> DATA SHOWN
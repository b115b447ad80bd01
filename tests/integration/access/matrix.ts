// THE role × route × method matrix: one row per exported handler of app/api/**/route.ts.
// A new route (or a new method on one) fails tests/integration/access-matrix.test.ts until
// it has a row here. Each row says how to call it (path, body) for the objects of
// tests/support/access-world.ts and the status every role must get, in this order:
//
//        anonymous  owner  maker  reviewer  instructor  student  admin
//
// "owner" is the maker who owns every object of the world; "maker" is a second maker;
// the reviewer is assigned to the owner's build (`world.build`) by a review; the student
// is a maker in the instructor's class once classes exist. Statuses are the whole rule:
// 401 not signed in, 403 seen but not allowed, 404 not told it exists.
import { pdfForm, type World } from "../../support/access-world";
import { GOOD_PARTS } from "../../unit/parts/fixtures";

export type Statuses = readonly [anonymous: number, owner: number, maker: number, reviewer: number, instructor: number, student: number, admin: number];

export type Row = {
  /** "METHOD /api/v1/…" with the folder names of app/api ([id] stays as it is). */
  route: string;
  /** The URL to call; may make a fresh object for cells that use it up. */
  path: (w: World) => string | Promise<string>;
  /** A JSON body, or FormData for uploads. */
  body?: (w: World) => unknown;
  /** Call it from a second session of the role (the call ends or replaces the session it uses). */
  ownSession?: boolean;
  expect: Statuses;
};

const same = (status: number): Statuses => [status, status, status, status, status, status, status];

const NETWORK = {
  ambientC: 25,
  nodes: [{ id: "junction", heatCapacityJPerK: 0.05 }, { id: "case", heatCapacityJPerK: 40 }],
  links: [
    { from: "junction", to: "case", type: "resistance", kelvinPerWatt: 2.5 },
    { from: "case", to: "ambient", type: "convection", areaM2: 0.02, coefficientWPerM2K: 8 },
  ],
  sources: [{ node: "junction", watts: 7 }],
};

let counter = 0;
const unique = (tag: string) => `${tag}-${Date.now().toString(36)}-${(counter++).toString(36)}@example.org`;
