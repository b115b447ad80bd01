import { describe, expect, it } from "vitest";
import { evaluateBuild, forCharts } from "@/lib/retrofit";
import { lanternDesign, resolved } from "./fixtures/builds";

// The answer sent for charts keeps every node's curve (the warm-up chart plots the limited
// ones, a bench run's overlay any measured place), at most CHART_POINTS samples each, and
// nothing else changes.
describe("warm-up curves cut to what the charts draw", () => {
  const full = evaluateBuild(resolved(lanternDesign), { warmupIntervals: 480 });
  const chart = forCharts(full, 121);

  it("keeps every node's curve, first and last sample included", () => {
    let thinned = 0;
    for (const [i, s] of full.scenarios.entries()) {
      const c = chart.scenarios[i]!;
      if (!s.warmup) {
        expect(c.warmup).toBeNull();
        continue;
      }
      expect(Object.keys(c.warmup!.temperaturesC).sort()).toEqual(Object.keys(s.warmup.temperaturesC).sort());
      expect(c.warmup!.timesS.length).toBeLessThanOrEqual(121);
      expect(c.warmup!.timesS[0]).toBe(s.warmup.timesS[0]);
      expect(c.warmup!.timesS.at(-1)).toBe(s.warmup.timesS.at(-1));
      for (const node of Object.keys(c.warmup!.temperaturesC)) {
        const ys = c.warmup!.temperaturesC[node]!;
        expect(ys.length).toBe(c.warmup!.timesS.length);
        // Every kept sample is a sample of the full curve at the same time.
        for (const [k, t] of c.warmup!.timesS.entries()) expect(ys[k]).toBe(s.warmup.temperaturesC[node]![s.warmup.timesS.indexOf(t)]);
      }
      expect(c.warmup!.crossings).toEqual(s.warmup.crossings);
      expect(c.warmup!.steadyWithinS).toBe(s.warmup.steadyWithinS);
      if (s.warmup.timesS.length > 121) thinned++;
    }
    expect(thinned).toBeGreaterThan(0);
  });

  it("changes nothing but the warm-up curves", () => {
    const strip = (e: typeof full) => ({ ...e, scenarios: e.scenarios.map((s) => ({ ...s, warmup: null })) });
    expect(strip(chart)).toEqual(strip(full));
  });
});
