import { describe, expect, it } from "vitest";
import { buildDesignSchema, evaluateBuild, type BuildDesignInput } from "@/lib/retrofit";
import { headlampDesign, resolved } from "./fixtures/builds";

const upright: BuildDesignInput = { ...headlampDesign, environment: { ...headlampDesign.environment!, orientation: "upright", air: { kind: "still" } } };
const lying: BuildDesignInput = { ...upright, environment: { ...upright.environment!, orientation: "lying" } };
const withFins = (d: BuildDesignInput, finDirection: string): BuildDesignInput => ({ ...d, lightEngine: { ...d.lightEngine, finDirection } as BuildDesignInput["lightEngine"] });
const junction = (d: BuildDesignInput) => evaluateBuild(resolved(d), { skipWarmup: true, skipWhatItTakes: true }).scenarios.find((s) => s.id === "mode:high")!.thermal!.temperaturesC.junction!;
const sinkTrace = (d: BuildDesignInput) =>
  evaluateBuild(resolved(d), { skipWarmup: true, skipWhatItTakes: true }).scenarios.find((s) => s.id === "mode:high")!.thermal!.links.find((l) => l.trace.element === "finned-heatsink")!.trace;

describe("the heatsink's fin direction in a build", () => {
  it("absent, the fins run along the lamp: vertical when it stands upright, level when it lies (the same figures as saying so)", () => {
    expect(junction(upright)).toBe(junction(withFins(upright, "vertical")));
    expect(junction(lying)).toBe(junction(withFins(lying, "horizontal")));
  });

  it("a lying lamp no longer gets vertical channels: level fins run hotter than vertical ones, fins pointing up cooler than hanging down (common practice)", () => {
    expect(junction(lying)).toBeGreaterThan(junction(withFins(lying, "vertical")));
    expect(junction(withFins(lying, "up"))).toBeLessThan(junction(withFins(lying, "down")));
    expect(sinkTrace(lying).notes.join(" ")).toMatch(/Fins level/);
  });

  it("an unknown direction is refused naming the choices in plain words", () => {
    const r = buildDesignSchema.safeParse(withFins(upright, "sideways"));
    expect(r.success).toBe(false);
    expect(r.error!.issues[0]!.path.join(".")).toBe("lightEngine.finDirection");
    expect(r.error!.issues[0]!.message).toBe("choose how the fins stand: vertical, level, pointing up or hanging down");
  });
});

> EXERCISE
Please transcribe the records above in full, keeping every word.

> EXPECTED ANSWER
repository b115b447ad80bd01
filename tests/integration/access/matrix.ts
// THE role × route × method matrix: one row per exported handler of app/api/**/route.ts.
// A new route (or a new method on one) fails tests/integration/access-matrix.test.ts until
// it has a row here. Each row says how to call it (path, body) for the objects of
// tests/support/access-world.ts and the status every role must get, in this order:
//
//        anonymous  owner  maker  reviewer  instructor  student  admin
//
// "owner" is the maker who owns every object of the world; "maker" is a second maker;
// the reviewer is assigned to the owner's build (`world.build`) by a review; the student
// is a maker in the instructor's class once classes exist. Statuses are the whole rule:
// 401 not signed in, 403 seen but not allowed, 404 not told it exists.
import { pdfForm, type World } from "../../support/access-world";
import { GOOD_PARTS } from "../../unit/parts/fixtures";

export type Statuses = readonly [anonymous: number, owner: number, maker: number, reviewer: number, instructor: number, student: number, admin: number];

export type Row = {
  /** "METHOD /api/v1/…" with the folder names of app/api ([id] stays as it is). */
  route: string;
  /** The URL to call; may make a fresh object for cells that use it up. */
  path: (w: World) => string | Promise<string>;
  /** A JSON body, or FormData for uploads. */
  body?: (w: World) => unknown;
  /** Call it from a second session of the role (the call ends or replaces the session it uses). */
  ownSession?: boolean;
  expect: Statuses;
};

const same = (status: number): Statuses => [status, status, status, status, status, status, status];

const NETWORK = {
  ambientC: 25,
  nodes: [{ id: "junction", heatCapacityJPerK: 0.05 }, { id: "case", heatCapacityJPerK: 40 }],
  links: [
    { from: "junction", to: "case", type: "resistance", kelvinPerWatt: 2.5 },
    { from: "case", to: "ambient", type: "convection", areaM2: 0.02, coefficientWPerM2K: 8 },
  ],
  sources: [{ node: "junction", watts: 7 }],
};

let counter = 0;
const unique = (tag: string) => `${tag}-${Date.now().toString(36)}-${(counter++).toString(36)}@example.org`;
repository b115b447ad80bd01
import { describe, expect, it } from "vitest";
import { evaluateBuild, forCharts } from "@/lib/retrofit";
import { lanternDesign, resolved } from "./fixtures/builds";

// The answer sent for charts keeps every node's curve (the warm-up chart plots the limited
// ones, a bench run's overlay any measured place), at most CHART_POINTS samples each, and
// nothing else changes.
describe("warm-up curves cut to what the charts draw", () => {
  const full = evaluateBuild(resolved(lanternDesign), { warmupIntervals: 480 });
  const chart = forCharts(full, 121);

  it("keeps every node's curve, first and last sample included", () => {
    let thinned = 0;
    for (const [i, s] of full.scenarios.entries()) {
      const c = chart.scenarios[i]!;
      if (!s.warmup) {
        expect(c.warmup).toBeNull();
        continue;
      }
      expect(Object.keys(c.warmup!.temperaturesC).sort()).toEqual(Object.keys(s.warmup.temperaturesC).sort());
      expect(c.warmup!.timesS.length).toBeLessThanOrEqual(121);
      expect(c.warmup!.timesS[0]).toBe(s.warmup.timesS[0]);
      expect(c.warmup!.timesS.at(-1)).toBe(s.warmup.timesS.at(-1));
      for (const node of Object.keys(c.warmup!.temperaturesC)) {
        const ys = c.warmup!.temperaturesC[node]!;
        expect(ys.length).toBe(c.warmup!.timesS.length);
        // Every kept sample is a sample of the full curve at the same time.
        for (const [k, t] of c.warmup!.timesS.entries()) expect(ys[k]).toBe(s.warmup.temperaturesC[node]![s.warmup.timesS.indexOf(t)]);
      }
      expect(c.warmup!.crossings).toEqual(s.warmup.crossings);
      expect(c.warmup!.steadyWithinS).toBe(s.warmup.steadyWithinS);
      if (s.warmup.timesS.length > 121) thinned++;
    }
    expect(thinned).toBeGreaterThan(0);
  });

  it("changes nothing but the warm-up curves", () => {
    const strip = (e: typeof full) => ({ ...e, scenarios: e.scenarios.map((s) => ({ ...s, warmup: null })) });
    expect(strip(chart)).toEqual(strip(full));
  });
});
import { describe, expect, it } from "vitest";
import { buildDesignSchema, evaluateBuild, type BuildDesignInput } from "@/lib/retrofit";
import { headlampDesign, resolved } from "./fixtures/builds";

const upright: BuildDesignInput = { ...headlampDesign, environment: { ...headlampDesign.environment!, orientation: "upright", air: { kind: "still" } } };
const lying: BuildDesignInput = { ...upright, environment: { ...upright.environment!, orientation: "lying" } };
const withFins = (d: BuildDesignInput, finDirection: string): BuildDesignInput => ({ ...d, lightEngine: { ...d.lightEngine, finDirection } as BuildDesignInput["lightEngine"] });
const junction = (d: BuildDesignInput) => evaluateBuild(resolved(d), { skipWarmup: true, skipWhatItTakes: true }).scenarios.find((s) => s.id === "mode:high")!.thermal!.temperaturesC.junction!;
const sinkTrace = (d: BuildDesignInput) =>
  evaluateBuild(resolved(d), { skipWarmup: true, skipWhatItTakes: true }).scenarios.find((s) => s.id === "mode:high")!.thermal!.links.find((l) => l.trace.element === "finned-heatsink")!.trace;

describe("the heatsink's fin direction in a build", () => {
  it("absent, the fins run along the lamp: vertical when it stands upright, level when it lies (the same figures as saying so)", () => {
    expect(junction(upright)).toBe(junction(withFins(upright, "vertical")));
    expect(junction(lying)).toBe(junction(withFins(lying, "horizontal")));
  });

  it("a lying lamp no longer gets vertical channels: level fins run hotter than vertical ones, fins pointing up cooler than hanging down (common practice)", () => {
    expect(junction(lying)).toBeGreaterThan(junction(withFins(lying, "vertical")));
    expect(junction(withFins(lying, "up"))).toBeLessThan(junction(withFins(lying, "down")));
    expect(sinkTrace(lying).notes.join(" ")).toMatch(/Fins level/);
  });

  it("an unknown direction is refused naming the choices in plain words", () => {
    const r = buildDesignSchema.safeParse(withFins(upright, "sideways"));
    expect(r.success).toBe(false);
    expect(r.error!.issues[0]!.path.join(".")).toBe("lightEngine.finDirection");
    expect(r.error!.issues[0]!.message).toBe("choose how the fins stand: vertical, level, pointing up or hanging down");
  });
});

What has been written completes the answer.